In this paper we have presented an algorithm for fostering information diffusion in social networks through the generation of appropriate recommendations. The proposed algorithm contributes to the state of the art by taking into account qualitative aspects of the recommended items, the influencing factors between social network users, the social network user behavior regarding their purchases in different item categories, and the semantic categorization of the products to be recommended. Furthermore, influencers in this algorithm are considered per category, to allow for formulation of more accurate recommendations and maximize the probability that the impression is clicked. The proposed algorithm has been experimentally validated regarding (1) its performance and (2) recommendation accuracy (users’ satisfaction to the recommendations produced) and the results are encouraging.

One aspect of our future work will focus on studying the taxonomy levels a recommendation system must store, in order to provide more accurate recommendations. The user interests stored in Google’s users’ profiles may be in some cases too generic (corresponding to a top-level node in the Google products and services taxonomy) or too specific (corresponding, for instance, to a particular car make). We plan to investigate which level of abstraction is the most appropriate to maintain in the profile and additionally the conditions under which the level can be generalized or specialized.

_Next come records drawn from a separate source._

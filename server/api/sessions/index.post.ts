import { randomUUID } from 'node:crypto'
import { and, eq, inArray } from 'drizzle-orm'
import { sessionCreateSchema } from '../../../shared/schemas/sessions'
import { formatDayTime } from '../../../shared/dates'
import type { SessionRow } from '../../../shared/types/sessions'
import type { Venue } from '../../db/schema/venues'

/**
 * One session, or a weekly series in one step, of a published flight. A flight has at most one
 * session per start (a unique index): a start that is taken answers 409 and, for a series, nothing
 * of it is written.
 */
export default defineEventHandler(async (event): Promise<SessionRow[]> => {
  await requireRole(event, 'manager')
  const input = await readBodyAs(event, sessionCreateSchema)
  const venue = await getVenue()
  const db = useDb()
  const flight = await loadFlight(venue, input.flightId).catch(() => null)
  if (!flight || flight.status !== 'published') {
    invalidFields({ flightId: 'Choose a published flight.' })
  }
  await assertHost(venue.id, input.hostId ?? null)
  const starts = weeklyStartsUtc({ startDate: input.startDate, startTime: input.startTime, weeks: input.repeatWeeks, timeZone: venue.timeZone })
  if (starts[0]!.getTime() < Date.now()) {
    invalidFields({ startDate: 'The first session must start in the future.' })
  }
  const seriesId = starts.length > 1 ? randomUUID() : null
  let clash = null as Date | null
  const ids = await db.transaction(async (tx) => {
    const out: number[] = []
    for (const startsAt of starts) {
      try {
        const [row] = await tx.insert(tables.tastingSessions).values({
          venueId: venue.id, flightId: flight.id, startsAt, durationMinutes: input.durationMinutes, seats: input.seats,
          priceMinor: input.priceMinor, currency: venue.currency, hostId: input.hostId ?? null,
          bookingCutoffMinutes: input.bookingCutoffMinutes, seriesId,
        }).$returningId()
        out.push(row!.id)
      }
      catch (err) {
        // The unique index on (flight, start) settles a second click or a second manager at once;
        // throwing out of the transaction rolls back the rest of the series with it.
        if (isDuplicateKey(err)) clash = startsAt
        throw err
      }
    }
    return out
  }).catch(async (err) => {
    if (clash) throw await sessionTaken(flight.id, flight.name, clash, starts.length, venue)
    throw err
  })
  setResponseStatus(event, 201)
  return loadSessionViews(inArray(tables.tastingSessions.id, ids), venue.timeZone)
})

/** The 409 for a start the flight already has a session at, naming the date and what is there. */
async function sessionTaken(flightId: number, flightName: string, startsAt: Date, count: number, venue: Venue) {
  const [existing] = await useDb().select({ status: tables.tastingSessions.status }).from(tables.tastingSessions)
    .where(and(eq(tables.tastingSessions.flightId, flightId), eq(tables.tastingSessions.startsAt, startsAt)))
  const when = formatDayTime(startsAt, venue)
  const what = existing?.status === 'cancelled' ? `a cancelled session of ${flightName}` : `a session of ${flightName}`
  const field = `There is already ${what} on ${when}.`
  const message = count > 1
    ? `${field} None of the ${count} sessions were scheduled: choose another time or first date.`
    : `${field} Nothing new was scheduled.`
  return createError({ statusCode: 409, statusMessage: 'Session exists', message, data: { fields: { startTime: field } } })
}
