describe('access matrix', () => {
  const people = {} as Record<RoleName, Client>
  const fx = {} as Fixtures

  async function signInAs(role: RoleName): Promise<Client> {
    if (role === 'anonymous') return new Client()
    if (role === 'otherGuest') {
      const c = new Client()
      expect((await c.signIn(otherGuestEmail, 'guest-password-1')).status).toBe(200)
      return c
    }
    return signedIn(role)
  }
  let otherGuestEmail = ''

  beforeAll(async () => {
    people.anonymous = new Client()
    people.guest = await signedIn('guest')
    const other = await newGuest('matrix-other')
    otherGuestEmail = other.email
    people.otherGuest = other.client
    people.host = await signedIn('host')
    people.marketing = await signedIn('marketing')
    people.manager = await signedIn('manager')
    const m = people.manager

    fx.flightId = await demoFlightId()
    const product = await m.post('/api/products', productBody())
    expect(product.status).toBe(201)
    fx.productId = product.body.id
    const glasses = (await m.get('/api/glasses')).body as { id: number, name: string, bowlDiameterMm: number, wallAngleDeg: number, fillHeightMm: number }[]
    const glass = glasses[0]!
    fx.glassId = glass.id
    glassOriginal = { name: glass.name, bowlDiameterMm: glass.bowlDiameterMm, wallAngleDeg: glass.wallAngleDeg, fillHeightMm: glass.fillHeightMm }
    const staffList = (await m.get('/api/staff')).body as { id: number, email: string }[]
    fx.hostId = staffList.find(s => s.email === 'host@saltmarsh.test')!.id
    const invited = await m.post('/api/staff', { name: 'Matrix Invitee', email: uniqueEmail('matrix-invitee'), role: 'marketing' })
    expect(invited.status).toBe(201)
    fx.invitedId = invited.body.id
    const { id: _id, ...settings } = (await m.get('/api/venue')).body
    venueSettings = settings

    fx.session = (await newSession(m, { seats: 40 })).id
    const demoGuest = { client: people.guest, email: 'guest@saltmarsh.test', name: 'Demo Guest', dateOfBirth: '1990-05-14' }
    const account = (await people.guest.get('/api/account')).body
    Object.assign(demoGuest, { name: account.name, dateOfBirth: account.dateOfBirth ?? demoGuest.dateOfBirth })
    // The hold is in a session of its own: asking again for a session one holds answers with that hold.
    const heldSession = (await newSession(m, { seats: 40 })).id
    const held = await people.guest.post('/api/bookings', bookingBody(heldSession, demoGuest, 1))
    expect(held.status, JSON.stringify(held.body)).toBe(201)
    expect(checkoutIdOf(held.body.checkoutUrl)).toBeTruthy()
    fx.heldBooking = held.body.booking.id
    fx.guestDateOfBirth = demoGuest.dateOfBirth
    const paid = await bookAndPay(demoGuest, fx.session, 1)
    fx.paidBooking = paid.id
    fx.paidReference = paid.reference

    // The manager is looked up each time: a row that ends sessions signs everybody in afresh.
    const newFlight = async () => {
      const res = await people.manager.post('/api/flights', flightBody(fx))
      expect(res.status, JSON.stringify(res.body)).toBe(201)
      return res.body.id as number
    }
    fx.draftFlight = newFlight
    fx.publishedFlight = async () => {
      const id = await newFlight()
      expect((await people.manager.post(`/api/flights/${id}/publish`)).status).toBe(200)
      return id
    }
    fx.freshSession = async () => (await newSession(people.manager, { seats: 4 })).id
  })

  afterAll(async () => {
    // The flights this matrix published are retired, so guests' lists show the demo's again.
    for (const f of (await people.manager.get('/api/flights')).body as { id: number, name: string, status: string }[]) {
      if (f.name.startsWith('Matrix flight') && f.status === 'published') await people.manager.post(`/api/flights/${f.id}/retire`)
    }
  })

  it.each(ROUTES.map(r => [r.route, r] as const))('%s', async (_route, row) => {
    const shared = row.perRole ? undefined : await row.path(fx)
    const seen: Partial<Record<RoleName, number>> = {}
    for (const role of RUN_ORDER) {
      const client = row.fresh ? await signInAs(role) : people[role]
      const path = shared ?? await row.path(fx)
      const [method] = row.route.split(' ')
      const res = await client.request(method!, path, row.body?.(fx, role) ?? (method === 'GET' || method === 'DELETE' ? undefined : {}))
      seen[role] = res.status
      if (res.status >= 400) expect(typeof res.body === 'object' ? res.body.message : res.body, `${role}: ${row.route} says why`).toBeTruthy()
    }
    if (row.endsSessions) for (const role of RUN_ORDER) people[role] = await signInAs(role)
    expect(seen).toEqual(row.expect)
  })

  it('every state-changing route refuses a request from another site, whoever sends it', async () => {
    for (const row of ROUTES.filter(r => !r.route.startsWith('GET ') && !r.perRole && !r.fresh)) {
      const [method] = row.route.split(' ')
      for (const role of ['guest', 'manager'] as const) {
        const res = await people[role].request(method!, await row.path(fx), row.body?.(fx, role) ?? {}, { origin: 'https://elsewhere.example' })
        expect(res.status, `${role}: ${row.route}`).toBe(403)
      }
    }
  })

  it('every guarded route, called signed out with an empty body and an unknown id, answers 401 before it reads either', async () => {
    // One row per guarded route above (anonymous → 401): its address with every parameter unknown.
    const unknown: Record<string, string> = { id: '999999999', jobId: '00000000-0000-4000-8000-000000000000', reference: 'ZZZZZZZZZZ', date: '2099-12-31', kind: 'product_note', subject: '999999999', position: '99', slug: 'no-such-article' }
    const guarded = ROUTES.filter(r => r.expect.anonymous === 401 && r.expect.manager !== 401) // not sign-in itself, which says 401 to everyone
    expect(guarded.length).toBeGreaterThan(40)
    for (const row of guarded) {
      const [method, template] = row.route.split(' ') as [string, string]
      const path = template.replace(/\[(\w+)\]/g, (_, name: string) => unknown[name] ?? 'unknown')
      const res = await new Client().request(method, path, method === 'GET' ? undefined : {})
      expect(res.status, `${row.route} as ${path}`).toBe(401)
    }
  })

  it('has one row for every route file, and no row for a route that does not exist', () => {
    const inTable = [...new Set(ROUTES.map(r => r.route))].sort()
    expect(inTable).toEqual(routeFiles())
  })

  it('a guest who guesses booking ids finds nothing of anyone else: every other id is a 404', async () => {
    const max = fx.paidBooking + 5
    const mine = new Set(((await people.otherGuest.get('/api/bookings')).body as { id: number }[]).map(b => b.id))
    for (let id = Math.max(1, max - 60); id <= max; id++) {
      if (mine.has(id)) continue
      for (const path of [`/api/bookings/${id}`, `/bookings/${id}/calendar.ics`, `/bookings/${id}/qr.svg`]) {
        const res = await people.otherGuest.get(path)
        expect(res.status, path).toBe(404)
      }
    }
  })

  it('booking references are long random codes, not counters', async () => {
    const refs = ((await people.guest.get('/api/bookings')).body as { reference: string }[]).map(b => b.reference)
    expect(refs.length).toBeGreaterThanOrEqual(2)
    expect(new Set(refs).size).toBe(refs.length)
    for (const r of refs) expect(r.replace(/\W/g, '').length).toBeGreaterThanOrEqual(8) // 8 symbols of 32 = 40 bits (common practice, no source)
  })
})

Another direction of our future work is to conduct a user survey with a higher number of participants and more representative demographics. The current participant set was drawn from the University of Athens community, and hence, it is not a representative sample of the overall population and the results drawn may not be generalizable. A more comprehensive survey will address this issue and provide us with better insight on the satisfaction and needs of users with different profiles. In this survey, the value of 0.68 used as QoS similarity threshold in events arriving from information flow (b) will be further analyzed. The value of 0.68 used in the experiments conducted in this paper has been derived by asking participants of the experiment to rate whether 100 items were “close” or not to their QoS preferences and then computing the QoS threshold that maximizes the QoS predictions F1-measure (Lipton et al. 2014) (the QoS prediction considered here is that an item is considered “close” if its score QoS,i,u value is greater than or equal to the QoS threshold and “not close” if its score QoS,i,u value is less than the QoS threshold). The extended survey will allow us to obtain a more comprehensive dataset regarding “closeness” perceptions and further investigate this issue, both regarding the value of the QoS threshold and in terms of whether the QoS threshold is uniform across all categories and/or user profiles. Furthermore, the QoS threshold mechanism leads to a behavior that the user is limited to viewing only information about products similar to those she has viewed or purchased in the past. This, however, limits the serendipity that may stem from recommendations, which is a desirable feature of recommender systems (Ge et al. 2010). To this end, mechanisms for allowing serendipity in recommendations will be investigated.

In this work, we have used a global UIP threshold value for all users; it is possible, however, that some users are more receptive to impressions than others, and hence, different UIP threshold values could be applied. The methods to calculate a personalized UIP value and the effect that this has on the effectiveness of information diffusion are also part of our future work.

We finally plan to elaborate on cases where the recommendation of the proposed algorithm received a poor ranking (inferior to those of other algorithms or lower than 50%), in order to identify the causes and further enhance the quality of the generated recommendations.